PURPOSE AND POLICY STATEMENT

There are occasions when management must decide if and to what extent State facilities should remain open or be closed during emergencies such as adverse weather conditions, acts of God, equipment breakdown, inoperable bathroom facilities, extreme office temperatures, etc. This policy clarifies who has the authority to make such decisions, and under what circumstances.

GENERAL INFORMATION

The following defines the different types of emergency closing situations that may arise and specifies who has authority to close a State office or facility.

. . .

2. Complete Closing:

The Secretary of Administration may authorize the complete closing of a State office or facility for emergency reasons. In these situations, State offices are closed for business.

Employees who leave the workplace in these situations will receive their regular pay for the time that they are out of the closed office without charging to any leave balances.

Employees who are required by management to work during a complete emergency closing will receive cash for all hours worked while the office or facility is closed, in addition to the employee's regular pay. This does not apply to exempt, managerial, confidential, and temporary employees.

. . .

COMPENSATION FOR EMPLOYEES

Employees who are on authorized annual leave, sick leave, personal leave, compensatory time off, or on other paid leave, will not be charged leave time for the period of the emergency closing. The same provisions apply to delayed openings, early closing, or reduced work force situations.

¶ 11. Although this dispute has many facets, as discussed below, the emergency closing articles in the three contracts are at its center. For employees at the Waterbury complex and the Rutland DMV office, VSEA argues that sections 5 and 6 of the emergency closing article applied not just on August 29, the day that the Governor closed state government, but for each day thereafter until the employee's work location was changed pursuant to Article 20. Thus, VSEA argues that management authorized "the complete closing of [the Waterbury complex and Rutland DMV office] for emergency reasons." (Emphasis added.) As a result, VSEA argues that all workers were entitled to receive regular pay during that period and those who were required to work during the closing were entitled to double pay, irrespective of where they worked. The State responds primarily that the closing occurred because of an emergency on August 29, but thereafter the office closings were not the result of an "emergency" as the term is used in the contracts. Thus, it argues sections 5 and 6 of the emergency closing articles do not give VSEA the relief it seeks.

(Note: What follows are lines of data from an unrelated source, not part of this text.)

/// Plumb's defined names as XML, sheet-local ones moved to the result
/// sheets' positions in the output.
fn plumb_defined_names(xml: &str, n_source: usize, n_input: usize) -> R<String> {
    let mut rd = Reader::from_reader(xml.as_bytes());
    let mut buf = Vec::new();
    let mut out = String::new();
    loop {
        buf.clear();
        let ev = rd.read_event_into(&mut buf)?.into_owned();
        match &ev {
            Event::Start(e) | Event::Empty(e) if local_of(e.name().0) == "definedName" => {
                let mut set = Vec::new();
                if let Some(k) = attr(e, "localSheetId")?.and_then(|s| s.parse::<usize>().ok()) {
                    if k < n_source {
                        continue;
                    }
                    set.push(("localSheetId", (n_input + k - n_source).to_string()));
                }
                let ne = restart(e, "", &set, &[])?;
                let mut tree = subtree(&mut rd, &mut Vec::new(), ev.clone())?;
                tree[0] = if matches!(tree[0], Event::Empty(_)) { Event::Empty(ne) } else { Event::Start(ne) };
                out.push_str(&events_to_string(&tree)?);
            }
            Event::Eof => break,
            _ => {}
        }
    }
    Ok(out)
}

/// The input's workbook part with plumb's sheets and defined names added
/// and calculation on load asked for (the calculators' formulas).
fn rewrite_workbook(xml: &str, new_sheets: &str, defined: &str) -> R<String> {
    // Elements after definedNames and calcPr (§18.2.27).
    const AFTER_NAMES: [&str; 11] = ["calcPr", "oleSize", "customWorkbookViews", "pivotCaches", "smartTagPr", "smartTagTypes", "webPublishing", "fileRecoveryPr", "webPublishObjects", "extLst", "/"];
    let mut rd = Reader::from_reader(xml.as_bytes());
    let mut w = Writer::new(Vec::new());
    let mut buf = Vec::new();
    let mut depth = 0usize;
    let mut prefix = String::new();
    let mut names_done = defined.is_empty();
    let mut calc_done = false;
    let mut sheets_xml = String::new();
    loop {
        buf.clear();
        let ev = rd.read_event_into(&mut buf)?;
        match ev {
            Event::Eof => break,
            Event::Start(ref e) | Event::Empty(ref e) => {
                let l = local_of(e.name().0).to_string();
                let empty = matches!(ev, Event::Empty(_));
                if depth == 0 {
                    prefix = prefix_of(e.name().0);
                    sheets_xml = new_sheets.replace("{P}", &prefix).replace("{RID}", &rel_id_attr(e)?);
                } else if depth == 1 {
                    if !names_done && AFTER_NAMES.contains(&l.as_str()) {
                        names_done = true;
                        write_raw(&mut w, &format!("<{prefix}definedNames>{}</{prefix}definedNames>", with_prefix(defined, &prefix)?))?;
                    }
                    if l == "calcPr" {
                        calc_done = true;
                        let ne = restart(e, "", &[("fullCalcOnLoad", "1".into())], &[])?;
                        w.write_event(if empty { Event::Empty(ne) } else { Event::Start(ne) }).map_err(xml_err)?;
                        if !empty {
                            depth += 1;
                        }
                        continue;
                    }
                    if !calc_done && AFTER_NAMES[1..].contains(&l.as_str()) {
                        calc_done = true;
                        write_raw(&mut w, &format!("<{prefix}calcPr fullCalcOnLoad=\"1\"/>"))?;
                    }
                    if l == "definedNames" && empty && !names_done {
                        names_done = true;
                        write_raw(&mut w, &format!("<{prefix}definedNames>{}</{prefix}definedNames>", with_prefix(defined, &prefix)?))?;
                        continue;
                    }
                    if l == "sheets" && empty {
                        w.write_event(Event::Start(e.clone().into_owned())).map_err(xml_err)?;
                        write_raw(&mut w, &sheets_xml)?;
                        w.write_event(Event::End(BytesEnd::new(format!("{prefix}sheets")))).map_err(xml_err)?;
                        continue;
                    }
                }
                if !empty {
                    depth += 1;
                }
                w.write_event(ev.into_owned()).map_err(xml_err)?;
            }
            Event::End(ref e) => {
                let l = local_of(e.name().0).to_string();
                if depth == 2 && l == "sheets" {
                    write_raw(&mut w, &sheets_xml)?;
                }
                if depth == 2 && l == "definedNames" && !names_done {
                    names_done = true;
                    write_raw(&mut w, &with_prefix(defined, &prefix)?)?;
                }
                if depth == 1 {
                    if !names_done {
                        names_done = true;
                        write_raw(&mut w, &format!("<{prefix}definedNames>{}</{prefix}definedNames>", with_prefix(defined, &prefix)?))?;
                    }
                    if !calc_done {
                        calc_done = true;
                        write_raw(&mut w, &format!("<{prefix}calcPr fullCalcOnLoad=\"1\"/>"))?;
                    }
                }
                depth -= 1;
                w.write_event(ev.into_owned()).map_err(xml_err)?;
            }
            other => w.write_event(other).map_err(xml_err)?,
        }
    }
    String::from_utf8(w.into_inner()).map_err(|_| GraftError("the workbook part is not UTF-8".into()))
}
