//! Reader for the NIST StRD linear and nonlinear regression files
//! (`linear/*.dat`, `nonlinear/*.dat`) used by the integration tests, and the log relative error (LRE) measure defined
//! in the reference README.
//!
//! The NIST files are never copied into the repository: they are read from
//! the folder named by the environment variable `PLUMB_REFERENCE_DATA`
//! (default `CARGO_MANIFEST_DIR/../shared/reference`), which holds
//! `nist-strd/linear/NAME.dat`. When the variable is unset and the default
//! folder is missing, [`reference_dir`] prints a notice and returns `None` so
//! the calling test can skip; when the variable *is* set and the folder is
//! missing, it panics, so a CI run that sets it can never skip silently.
//!
//! File layout (NIST StRD, as described in the reference README): header
//! "File Format" lines give `Certified Values (lines A to B)` and
//! `Data (lines C to D)`; certified rows `Bk estimate sd` (exponents may be
//! written `E-03`), `Residual Standard Deviation`, `R-Squared`, and an
//! analysis of variance table with `Regression` and `Residual` rows; data rows
//! are whitespace separated, response first.

use std::path::PathBuf;

/// The certified analysis of variance table of a linear StRD file.
#[derive(Clone, Debug, PartialEq)]
pub struct Anova {
    pub df_reg: f64,
    pub ss_reg: f64,
    pub ms_reg: f64,
    /// F statistic; `inf` where NIST prints "Infinity" (exact fits).
    pub f: f64,
    pub df_res: f64,
    pub ss_res: f64,
    pub ms_res: f64,
}

/// One NIST StRD linear dataset with its certified values.
#[derive(Clone, Debug, PartialEq)]
pub struct NistLinear {
    /// Dataset name as in the file name (e.g. "Longley").
    pub name: String,
    /// Response.
    pub y: Vec<f64>,
    /// Predictor columns as in the file (one for the polynomial datasets).
    pub x: Vec<Vec<f64>>,
    /// Certified estimates, in parameter order (B0, B1, … or B1 for the
    /// no-intercept files).
    pub coefficients: Vec<f64>,
    /// Certified standard deviations of the estimates.
    pub std_devs: Vec<f64>,
    /// Certified residual standard deviation.
    pub residual_sd: f64,
    /// Certified R² (uncentred for the no-intercept files).
    pub r_squared: f64,
    /// Certified analysis of variance table.
    pub anova: Option<Anova>,
    /// `true` when the parameters start at B0 (the model has an intercept).
    pub intercept: bool,
    /// Polynomial degree in the single predictor (1 for straight lines and
    /// for the multi-predictor Longley): parameters minus intercept when the
    /// file has one predictor column.
    pub degree: usize,
}

impl NistLinear {
    /// The model's columns as NIST states the model: a column of ones when
    /// there is an intercept, then `x, x², …, x^degree` for a single
    /// predictor, or the predictor columns as given.
    pub fn model_columns(&self) -> Vec<Vec<f64>> {
        let n = self.y.len();
        let mut cols = Vec::new();
        if self.intercept {
            cols.push(vec![1.0; n]);
        }
        if self.x.len() == 1 {
            for d in 1..=self.degree {
                cols.push(self.x[0].iter().map(|v| v.powi(d as i32)).collect());
            }
        } else {
            cols.extend(self.x.iter().cloned());
        }
        cols
    }
}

¶ 12. Between August 30 and September 7, 2011 the State and VSEA unsuccessfully attempted to reach an agreement regarding payment for Waterbury complex employees who worked at alternate worksites. On April 16, 2012, VSEA filed its grievance with the Board. VSEA argued that the State had violated several provisions of the collective bargaining agreements as well as Personnel Policy 11.3. Specifically, it alleged in relevant part that the State (1) violated the emergency closing article, sections 5 and 6, and Personnel Policy 11.3(2), by failing to pay compensation in addition to regular pay to employees who were required to work during the emergency closing, even though employees who were not required to work received their regular pay for this time; and (2) violated the sick leave and annual leave articles and applied Personnel Policy 11.3 in a discriminatory manner by requiring certain employees to use accrued leave while their worksites were closed as a result of damage from Tropical Storm Irene, while not requiring other employees to use their accrued time even though those employees were not required to work and were receiving regular pay.[8] The State responded on May 14, 2012, denying that it had violated any provisions of the agreements or misapplied Personnel Policy 11.3.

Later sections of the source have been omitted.